### Goal of the exercise
What is the count of lines in the data that hold the string "palier"? State the number alone.

### Data for this task
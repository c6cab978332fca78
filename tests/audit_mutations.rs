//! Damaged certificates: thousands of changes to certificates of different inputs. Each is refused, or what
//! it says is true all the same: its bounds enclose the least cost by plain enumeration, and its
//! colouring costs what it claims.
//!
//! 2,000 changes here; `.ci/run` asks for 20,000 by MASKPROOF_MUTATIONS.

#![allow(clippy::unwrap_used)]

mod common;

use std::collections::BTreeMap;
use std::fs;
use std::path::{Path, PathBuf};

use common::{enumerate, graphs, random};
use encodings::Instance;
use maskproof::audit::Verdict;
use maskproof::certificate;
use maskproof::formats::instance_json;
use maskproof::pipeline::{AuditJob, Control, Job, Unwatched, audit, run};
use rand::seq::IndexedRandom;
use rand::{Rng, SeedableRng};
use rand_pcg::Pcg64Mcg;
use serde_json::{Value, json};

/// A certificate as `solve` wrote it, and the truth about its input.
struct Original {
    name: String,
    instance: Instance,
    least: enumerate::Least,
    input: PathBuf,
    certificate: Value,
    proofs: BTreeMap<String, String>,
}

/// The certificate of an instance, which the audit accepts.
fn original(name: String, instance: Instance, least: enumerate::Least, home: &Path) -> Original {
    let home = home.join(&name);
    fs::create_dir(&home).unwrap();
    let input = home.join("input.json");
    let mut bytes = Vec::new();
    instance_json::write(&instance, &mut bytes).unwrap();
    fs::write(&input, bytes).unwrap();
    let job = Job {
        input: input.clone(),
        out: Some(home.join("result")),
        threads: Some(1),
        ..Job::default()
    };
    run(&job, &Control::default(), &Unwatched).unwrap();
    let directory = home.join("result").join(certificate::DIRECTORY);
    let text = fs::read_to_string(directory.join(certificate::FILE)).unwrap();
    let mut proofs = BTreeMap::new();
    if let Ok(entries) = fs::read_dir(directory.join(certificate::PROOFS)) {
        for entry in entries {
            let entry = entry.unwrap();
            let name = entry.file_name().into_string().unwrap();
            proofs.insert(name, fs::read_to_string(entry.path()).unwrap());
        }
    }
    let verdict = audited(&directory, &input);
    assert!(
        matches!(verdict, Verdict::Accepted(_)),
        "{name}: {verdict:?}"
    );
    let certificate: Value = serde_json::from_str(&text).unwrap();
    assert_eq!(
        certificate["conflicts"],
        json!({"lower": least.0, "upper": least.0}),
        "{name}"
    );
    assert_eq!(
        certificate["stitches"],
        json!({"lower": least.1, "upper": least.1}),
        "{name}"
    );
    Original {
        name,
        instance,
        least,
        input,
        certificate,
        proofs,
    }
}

* * *

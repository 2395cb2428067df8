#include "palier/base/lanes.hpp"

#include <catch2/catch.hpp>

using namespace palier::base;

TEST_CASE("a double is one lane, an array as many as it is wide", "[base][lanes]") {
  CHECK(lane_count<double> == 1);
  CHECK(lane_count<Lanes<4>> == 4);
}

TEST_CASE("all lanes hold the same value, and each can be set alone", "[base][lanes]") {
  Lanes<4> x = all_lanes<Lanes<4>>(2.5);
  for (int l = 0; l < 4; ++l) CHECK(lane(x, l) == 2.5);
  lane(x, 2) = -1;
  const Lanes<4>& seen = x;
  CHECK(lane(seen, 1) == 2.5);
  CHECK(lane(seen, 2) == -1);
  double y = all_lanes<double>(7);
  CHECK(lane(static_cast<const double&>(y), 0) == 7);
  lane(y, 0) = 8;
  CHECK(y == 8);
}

### Solution for this task
2